Kitware Unleashes Brand-New Rendering Backend in ParaView 5.0

Release marks a major milestone in interactive data exploration.

On behalf of the ParaView community, Kitware announces the release of ParaView 5.0. The release follows closely on the heels of ParaView 4.4, building on its features while presenting a rewrite of ParaView’s rendering backend to leverage newer OpenGL features. This major milestone in ParaView’s life cycle ensures that the open-source, multi-platform data analysis and visualization application gets the most out of modern graphics cards and rendering systems for large data sets.

“With each major release of ParaView, we see substantial change,” Utkarsh Ayachit, the lead developer of ParaView at Kitware, said. “In version 3.0, the user interface (UI) switched to Qt; version 4.0 brought the unified Properties panel and modularization; and now, version 5.0 introduces a brand-new rendering backend, marking the first big change to the rendering infrastructure in ParaView’s lifetime.”

ParaView’s new backend uses the Visualization Toolkit’s (VTK’s) redesigned rendering engine.
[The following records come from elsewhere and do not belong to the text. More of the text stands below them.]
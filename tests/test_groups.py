"""The group vocabulary: each SMARTS on reference molecules, positives and near-miss negatives.

Class definitions follow the IUPAC Gold Book entries named in constraints/groups.yaml; the
boundaries tested here (an ester is not an ether plus a ketone, an acid is not an alcohol, a
phenol is not an enol, ...) are common practice.
"""

from __future__ import annotations

import pytest
from rdkit import Chem

from elucidate import ElucidateError
from elucidate.generator.groups import default_groups, load_groups

GROUPS = default_groups()

CASES = {
    # group: (molecules that have it, near misses that do not)
    "alkene": (["C=CC", "CC=C(C)C", "C=CC(C)=O"], ["c1ccccc1", "C=C=C", "CC=O"]),
    "alkyne": (["C#C", "CC#CC"], ["CC#N", "C=C"]),
    "terminal_alkyne": (["C#CC", "C#C"], ["CC#CC"]),
    "aromatic_ring": (["c1ccccc1", "Cc1ccccc1", "c1ccc2ccccc2c1"], ["C1=CCCC=C1", "c1ccncc1", "c1ccoc1"]),
    "carbonyl": (["CC=O", "CC(C)=O", "CC(=O)O", "CC(=O)N", "C=C=O"], ["CCO", "COC", "CC=N"]),
    "aldehyde": (["CC=O", "C=O", "O=Cc1ccccc1"], ["CC(C)=O", "OC=O", "NC=O", "COC=O"]),
    "ketone": (["CC(C)=O", "O=C1CCCCC1", "CC(=O)c1ccccc1"], ["CC=O", "CC(=O)OC", "CC(N)=O", "CC(=O)O"]),
    "carboxylic_acid": (["CC(=O)O", "OC(=O)c1ccccc1", "OC=O"], ["CC(=O)OC", "CCO", "CC(=O)OC(C)=O"]),
    "ester": (
        ["CC(=O)OC", "COC=O", "O=C1CCCO1", "COC(=O)c1ccccc1"],
        ["CC(=O)O", "CC(=O)OC(C)=O", "COC(=O)OC", "CC(C)=O", "COCC(C)=O"],
    ),
    "lactone": (["O=C1CCCO1", "O=C1CCO1"], ["CC(=O)OC", "O=C1CCCC1"]),
    "amide": (["CC(N)=O", "CN(C)C=O", "O=C1CCCN1", "NC(N)=O"], ["CC(C)=O", "CCN", "CC(=N)C"]),
    "acid_chloride": (["CC(=O)Cl"], ["CCCl", "ClC1=CC=CC1"]),
    "anhydride": (["CC(=O)OC(C)=O", "O=C1CCC(=O)O1"], ["CC(=O)OC", "CC(=O)O"]),
    "alcohol": (["CCO", "CC(C)(C)O", "OC1CCCCC1"], ["CC(=O)O", "Oc1ccccc1", "OC=C", "COC"]),
    "phenol": (["Oc1ccccc1", "Cc1ccc(O)cc1"], ["OC1=CCCC=C1", "OCc1ccccc1", "COc1ccccc1"]),
    "hydroxyl": (["CCO", "Oc1ccccc1", "CC(=O)O", "OC=C", "CC=NO"], ["COC", "CC=O", "CC(=O)OC"]),
    "ether": (["COC", "CCOCC", "COc1ccccc1", "C1CCOC1"], ["CC(=O)OC", "c1ccoc1", "CCO", "CC(=O)OC(C)=O"]),
    "primary_amine": (["CCN", "Nc1ccccc1"], ["CC(N)=O", "CNC", "NN"]),
    "secondary_amine": (["CNC", "C1CCNC1"], ["CN(C)C", "c1cc[nH]c1", "CNC(C)=O"]),
    "tertiary_amine": (["CN(C)C", "CN1CCCC1"], ["CNC", "CN(C)C=O", "C[N+](C)(C)[O-]"]),
    "nitrile": (["CC#N", "N#Cc1ccccc1"], ["C#C", "[C-]#[N+]C"]),
    "nitro": (["C[N+](=O)[O-]", "O=[N+]([O-])c1ccccc1"], ["CON=O", "CN=O"]),
    "imine": (["CC=N", "CC(C)=NC", "CC=NO"], ["CC#N", "c1ccncc1", "CC(N)=O"]),
    "thiol": (["CCS", "Sc1ccccc1"], ["CSC", "CC(=O)S"]),
    "sulfide": (["CSC", "C1CCSC1"], ["CCS", "c1ccsc1", "CS(C)=O"]),
    "sulfoxide": (["CS(C)=O"], ["CSC", "CS(C)(=O)=O"]),
    "sulfone": (["CS(C)(=O)=O"], ["CS(C)=O", "CS(=O)(=O)O"]),
    "alkyl_halide": (["CCCl", "CBr", "FC(F)(F)C"], ["Clc1ccccc1", "CC(=O)Cl", "C=CCl"]),
    "aryl_halide": (["Clc1ccccc1", "Brc1ccccc1"], ["CCCl", "ClCc1ccccc1"]),
}


def test_vocabulary_validates_and_has_the_stable_names():
    GROUPS.validate()
    assert set(CASES) <= set(GROUPS.names)
    for name in GROUPS.names:
        assert GROUPS[name].definition and GROUPS[name].source


PAIRS = [(g, smi, True) for g, (pos, _) in CASES.items() for smi in pos] + [
    (g, smi, False) for g, (_, neg) in CASES.items() for smi in neg
]


@pytest.mark.parametrize("group,smiles,expected", PAIRS, ids=[f"{g}-{s}-{e}" for g, s, e in PAIRS])
def test_group_patterns(group, smiles, expected):
    mol = Chem.MolFromSmiles(smiles)
    assert mol is not None
    assert mol.HasSubstructMatch(GROUPS[group].pattern) is expected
VTK’s engine redesign launched in 2014 with the aim of adopting modern OpenGL application programming interfaces (APIs) and design patterns. Targeted for modern graphics processing units (GPUs), the new engine maintains key capabilities of the old engine, while it significantly improves polygonal and volumetric rendering.

In other rendering news, ParaView 5.0 allows systems with Embedded-System Graphics Library (EGL) support, including those with NVIDIA GPUs and newer drivers, to build ParaView to use hardware-accelerated off-screen rendering without a windowing system (e.g., an X server). For systems without GPUs, ParaView 5.0 binaries for Linux include the initial public release (alpha) of Intel’s Mesa and OpenSWR integration effort. OpenSWR is a software rasterizer that Intel developed for use of unmodified visualization software. OpenSWR runs on laptops, workstations, and compute nodes in high-performance computing (HPC) systems.

ParaView 5.0 also features a pvOSPray plug-in. The plug-in’s Rendered 3D View offers additional display and view properties that provide parameter controls for shadows and material properties, among others. OSPRay is an open-source ray-tracing engine that Intel developed and is specifically optimized for Intel processors. To learn more about efforts to integrate OSPRay and OpenSWR into ParaView, please visit Kitware’s news site.

Another new feature in ParaView 5.0 is a Community Atmosphere Model version 5 (CAM5) ParaView Catalyst adaptor, which enables in situ analysis for CAM5 simulations. ParaView Catalyst is a lightweight version of the ParaView server for HPC co-processing.

Furthermore, ParaView 5.0 unveils the AcceleratedAlgorithms plug-in. Made available for early testers, the plug-in is highly scalable for large data. Two algorithms included in the plug-in, FlyingEdges2D and FlyingEdges3D, generate isosurfaces from two-dimensional (2D) and three-dimensional (3D) data, respectively. The plug-in also contains the FlyingEdgesPlaneCutter algorithm for cutting volumes with a single plane.

“With this release, we have laid the groundwork for modernizing the rendering engine and have kept an eye toward the future of HPC and visualization,” Ayachit said.

Created to analyze extremely large data sets using distributed memory computing resources, ParaView presents developers with the flexibility to tailor functionality to specific problem domains. Today, ParaView is an integral tool in many national laboratories, universities, and industries. The application recently added another award to its accolades with an honor by HPCwire for Readers’ Choice – Best HPC Visualization Product or Technology.

For information on leveraging ParaView and its capabilities, and to download version 5.0, please visit ParaView’s website.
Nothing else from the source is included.